"""Checks on a data file as a file: what kind of file it is, whether it can be read, and
where (on which line of the file) a byte or a quote breaks it.

These run before or after the CSV parser: the parser reports positions in its own terms
("row 9", "position 141703"), and the researcher needs the line of the file (header =
line 1), which these helpers find by reading the file in blocks.
"""

from __future__ import annotations

import codecs
import os
import re
import stat
from pathlib import Path

from .errors import StopwiseInputError

_BLOCK = 1 << 20
_QUOTES = re.compile(rb'"')

_KIND_OF_MODE = (
    (stat.S_ISFIFO, "a named pipe"),
    (stat.S_ISCHR, "a character device"),
    (stat.S_ISBLK, "a block device"),
    (stat.S_ISSOCK, "a socket"),
)


def require_regular_file(path: Path, name: str) -> None:
    """Refuse, without opening it, anything but an existing regular file (a named pipe
    would block the reader forever; a device could be endless)."""
    try:
        mode = os.stat(path).st_mode
    except FileNotFoundError:
        raise StopwiseInputError(f"{name}: no such file") from None
    except OSError as exc:
        raise StopwiseInputError(f"{name}: cannot be read ({exc.strerror or exc})") from None
    if stat.S_ISDIR(mode):
        raise StopwiseInputError(f"{name}: is a folder; expected a CSV or Parquet file")
    if not stat.S_ISREG(mode):
        kind = next((what for test, what in _KIND_OF_MODE if test(mode)), "not a regular file")
        raise StopwiseInputError(
            f"{name}: is {kind}; expected a regular CSV or Parquet file (save the data to a "
            "file first)"
        )


def read_head(path: Path, name: str, size: int) -> bytes:
    """The first ``size`` bytes; an unreadable file (permissions, I/O error) is bad input."""
    try:
        with open(path, "rb") as fh:
            return fh.read(size)
    except OSError as exc:
        raise StopwiseInputError(
            f"{name}: cannot be read ({exc.strerror or exc}); expected a file you may read"
        ) from None


def line_at_offset(path: Path, offset: int) -> int:
    """The file line (1-based) holding byte ``offset``: 1 + newlines before it."""
    newlines = 0
    done = 0
    with open(path, "rb") as fh:
        while done < offset and (block := fh.read(min(_BLOCK, offset - done))):
            newlines += block.count(b"\n")
            done += len(block)
    return newlines + 1


def first_undecodable_byte(path: Path) -> tuple[int, int] | None:
    """(offset, byte value) of the first byte that is not valid UTF-8, or None."""
    decoder = codecs.getincrementaldecoder("utf-8")()
    done = 0
    with open(path, "rb") as fh:
        while True:
            block = fh.read(_BLOCK)
            final = not block
            try:
                decoder.decode(block, final=final)
            except UnicodeDecodeError as exc:
                # the decoder may hold up to 3 bytes of an unfinished character from before
                pending = len(exc.object) - len(block)
                offset = done - pending + exc.start
                return offset, exc.object[exc.start]
            if final:
                return None
            done += len(block)


def unclosed_quote_line(path: Path) -> int | None:
    """The line on which a double-quoted field opens and never closes, or None.

    A CSV quote toggles the quoted state (a doubled quote inside a field toggles twice), so
    the state at the end of the file is open exactly when the last opening quote has no
    partner; its line is 1 + the newlines before it.
    """
    inside = False
    opened_line = 0
    line = 1
    with open(path, "rb") as fh:
        while block := fh.read(_BLOCK):
            position = 0
            for match in _QUOTES.finditer(block):
                line += block.count(b"\n", position, match.start())
                position = match.start()
                inside = not inside
                if inside:
                    opened_line = line
            line += block.count(b"\n", position)
    return opened_line if inside else None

---------------

* Work instructions
Write the material out once more, keeping each line exact.

* Output
"""Checks on a data file as a file: what kind of file it is, whether it can be read, and
where (on which line of the file) a byte or a quote breaks it.

These run before or after the CSV parser: the parser reports positions in its own terms
("row 9", "position 141703"), and the researcher needs the line of the file (header =
line 1), which these helpers find by reading the file in blocks.
"""

from __future__ import annotations

import codecs
import os
import re
import stat
from pathlib import Path

from .errors import StopwiseInputError

_BLOCK = 1 << 20
_QUOTES = re.compile(rb'"')

_KIND_OF_MODE = (
    (stat.S_ISFIFO, "a named pipe"),
    (stat.S_ISCHR, "a character device"),
    (stat.S_ISBLK, "a block device"),
    (stat.S_ISSOCK, "a socket"),
)


def require_regular_file(path: Path, name: str) -> None:
    """Refuse, without opening it, anything but an existing regular file (a named pipe
    would block the reader forever; a device could be endless)."""
    try:
        mode = os.stat(path).st_mode
    except FileNotFoundError:
        raise StopwiseInputError(f"{name}: no such file") from None
    except OSError as exc:
        raise StopwiseInputError(f"{name}: cannot be read ({exc.strerror or exc})") from None
    if stat.S_ISDIR(mode):
        raise StopwiseInputError(f"{name}: is a folder; expected a CSV or Parquet file")
    if not stat.S_ISREG(mode):
        kind = next((what for test, what in _KIND_OF_MODE if test(mode)), "not a regular file")
        raise StopwiseInputError(
            f"{name}: is {kind}; expected a regular CSV or Parquet file (save the data to a "
            "file first)"
        )


def read_head(path: Path, name: str, size: int) -> bytes:
    """The first ``size`` bytes; an unreadable file (permissions, I/O error) is bad input."""
    try:
        with open(path, "rb") as fh:
            return fh.read(size)
    except OSError as exc:
        raise StopwiseInputError(
            f"{name}: cannot be read ({exc.strerror or exc}); expected a file you may read"
        ) from None


def line_at_offset(path: Path, offset: int) -> int:
    """The file line (1-based) holding byte ``offset``: 1 + newlines before it."""
    newlines = 0
    done = 0
    with open(path, "rb") as fh:
        while done < offset and (block := fh.read(min(_BLOCK, offset - done))):
            newlines += block.count(b"\n")
            done += len(block)
    return newlines + 1


def first_undecodable_byte(path: Path) -> tuple[int, int] | None:
    """(offset, byte value) of the first byte that is not valid UTF-8, or None."""
    decoder = codecs.getincrementaldecoder("utf-8")()
    done = 0
    with open(path, "rb") as fh:
        while True:
            block = fh.read(_BLOCK)
            final = not block
            try:
                decoder.decode(block, final=final)
            except UnicodeDecodeError as exc:
                # the decoder may hold up to 3 bytes of an unfinished character from before
                pending = len(exc.object) - len(block)
                offset = done - pending + exc.start
                return offset, exc.object[exc.start]
            if final:
                return None
            done += len(block)


def unclosed_quote_line(path: Path) -> int | None:
    """The line on which a double-quoted field opens and never closes, or None.

    A CSV quote toggles the quoted state (a doubled quote inside a field toggles twice), so
    the state at the end of the file is open exactly when the last opening quote has no
    partner; its line is 1 + the newlines before it.
    """
    inside = False
    opened_line = 0
    line = 1
    with open(path, "rb") as fh:
        while block := fh.read(_BLOCK):
            position = 0
            for match in _QUOTES.finditer(block):
                line += block.count(b"\n", position, match.start())
                position = match.start()
                inside = not inside
                if inside:
                    opened_line = line
            line += block.count(b"\n", position)
    return opened_line if inside else None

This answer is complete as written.